I'm a marathon runner, who's a newbie in cycling and wants to get into recreational long distance rides, and maybe entering a duathalon down the road. I've been to various LBS and have narrowed down to 2 bikes: 2011 Dolce Comp ( equivalent to men's Allez Comp Compact line) at $1350 or 2010 Argon 18 Radon for $1600 (Canadian Pricing). Plus, I get free Look Keo pedals with the Argon.

The Argon has 105 and Ultegra combo, and the Dolce has 105s all around. I've been told that a women's specific design in the Dolce wouldn't make that much of a difference if I get a good fitting in the Radon, especially since I'm an avg size female height 5'5" with long legs and arms, but heard Zertz inserts for the Dolce would help in road dampening, and I'd also get the certified BG Fitting service when they build my Dolce. And the Radon at the other LBS is already pre-built in store, so they would just be adjusting it to fit me. But, the 2010 Radon is a higher priced bike with MSRP at $2399 vs. $1650 for the 2011 Dolce, so I'd be getting a really good deal with the Radon. Plus, aesthetics-wise, the Argon Radon called out to me so much more though, since it really stood out over the Specialized as shown in pics! Any advice would be greatly appreciated!!

Thanks in advance!


----------



## PJ352 (Dec 5, 2007)

Given that both bikes generally meet your intended purposes, the next item to focus on is fit (_very_ important).

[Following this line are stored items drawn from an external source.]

int get_int_attribute(hid_t location, std::string_view object_name, std::string_view name) {
  const std::string what = attribute_path(location, object_name, name);
  Attribute attribute = open_attribute(location, object_name, name);
  Datatype file_type(H5Aget_type(attribute.id()), fmt::format("reading the type of {}", what));
  if (H5Tget_class(file_type.id()) != H5T_INTEGER) throw Error(fmt::format("{} is not an integer", what));
  require_single_value(attribute, what);
  int value = 0;
  check(H5Aread(attribute.id(), H5T_NATIVE_INT, &value), fmt::format("reading {}", what));
  return value;
}

std::vector<double> read_doubles(hid_t parent, std::string_view name, int expected_rank,
                                 std::vector<std::size_t>& dims) {
  Dataset dataset = open_dataset(parent, name);
  const std::string path = object_path(dataset.id());
  Datatype file_type(H5Dget_type(dataset.id()), fmt::format("reading the type of {}", path));
  require_numeric(file_type.id(), fmt::format("dataset {}", path));
  dims = checked_shape(dataset, expected_rank);
  std::vector<double> values(element_count(dims));
  if (!values.empty())
    check(H5Dread(dataset.id(), H5T_NATIVE_DOUBLE, H5S_ALL, H5S_ALL, H5P_DEFAULT, values.data()),
          fmt::format("reading dataset {}", path));
  return values;
}

std::vector<std::int64_t> read_integers(hid_t parent, std::string_view name, int expected_rank,
                                        std::vector<std::size_t>& dims) {
  Dataset dataset = open_dataset(parent, name);
  const std::string path = object_path(dataset.id());
  Datatype file_type(H5Dget_type(dataset.id()), fmt::format("reading the type of {}", path));
  if (H5Tget_class(file_type.id()) != H5T_INTEGER) throw Error(fmt::format("dataset {} is not integer", path));
  dims = checked_shape(dataset, expected_rank);
  std::vector<std::int64_t> values(element_count(dims));
  if (!values.empty())
    check(H5Dread(dataset.id(), H5T_NATIVE_INT64, H5S_ALL, H5S_ALL, H5P_DEFAULT, values.data()),
          fmt::format("reading dataset {}", path));
  return values;
}

namespace {

// Text of a dataset of rank 1, or of rank 0 (one value).
std::vector<std::string> read_texts_of_rank(hid_t parent, std::string_view name, int rank) {
  Dataset dataset = open_dataset(parent, name);
  const std::string path = object_path(dataset.id());
  Datatype file_type(H5Dget_type(dataset.id()), fmt::format("reading the type of {}", path));
  if (H5Tget_class(file_type.id()) != H5T_STRING) throw Error(fmt::format("dataset {} is not text", path));
  const std::vector<std::size_t> shape = checked_shape(dataset, rank);
  const std::size_t count = shape.empty() ? 1 : shape[0];
  std::vector<std::string> values;
  if (count == 0) return values;
  values.reserve(count);
  const htri_t variable = H5Tis_variable_str(file_type.id());
  check(variable, fmt::format("reading the type of {}", path));
  if (variable > 0) {
    Datatype memory_type = variable_length_text_type();
    std::vector<char*> pointers(count, nullptr);
    check(H5Dread(dataset.id(), memory_type.id(), H5S_ALL, H5S_ALL, H5P_DEFAULT, pointers.data()),
          fmt::format("reading dataset {}", path));
    for (const char* text : pointers) values.emplace_back(text != nullptr ? text : "");
    Dataspace space(H5Dget_space(dataset.id()), "reading a dataspace");
    check(H5Dvlen_reclaim(memory_type.id(), space.id(), H5P_DEFAULT, pointers.data()),
          fmt::format("freeing text read from {}", path));
    return values;
  }
  const std::size_t size = H5Tget_size(file_type.id());
  Datatype memory_type(H5Tcopy(H5T_C_S1), "copying the string datatype");
  check(H5Tset_size(memory_type.id(), size), "sizing a string type");
  std::vector<char> buffer(count * size, '\0');
  check(H5Dread(dataset.id(), memory_type.id(), H5S_ALL, H5S_ALL, H5P_DEFAULT, buffer.data()),
        fmt::format("reading dataset {}", path));
  for (std::size_t i = 0; i < count; ++i) {
    const char* start = buffer.data() + i * size;
    values.emplace_back(start, strnlen(start, size));
  }
  return values;
}

}  // namespace

std::vector<std::string> read_texts(hid_t parent, std::string_view name) { return read_texts_of_rank(parent, name, 1); }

It depends on a number of factors, but I'm not sure I agree that even if you get a good fit on the Argon that WSD geometry won't make a difference. WSD is designed for riders (primarily women) that are proportioned long legs/ short torso, so if you do need a proportionally shorter reach, all else being equal, the Argon fitter may have to resort to a fairly short stem length to accomodate, where (because of the WSD's shorter reach) the Dolce could run a standard length stem. Depending on just how short the Argon's stem would have to be, that _may_ alter f/r weight distribution on the bike. 

Also, if I understand you correctly, the Argon is only available in the size you tried. Depending on whether or not that would BE your size in that brand/ model, IMO pretty much dictates whether that's even a good option for you.

I have no firsthand knowledge of Specialized BG FIT, but from my limited research and everything I've read, it's a very good fit system and doesn't come cheap, so IMO there's some value added services that shop provides. It's fairly safe to say the shop that carries the Argon won't match that fit system. 

Regarding differences in component groups (105 vs Ultegra), don't fret about it. I've ridden both extensively and am hard pressed to tell the difference. Both are refined and very reliable. 

Another thing to consider is warranties, especially considering your looking at frames with mixed materials (CF/ alu). The Argon comes with a 5 year warranty and Specialized offers lifetime to the original owner. 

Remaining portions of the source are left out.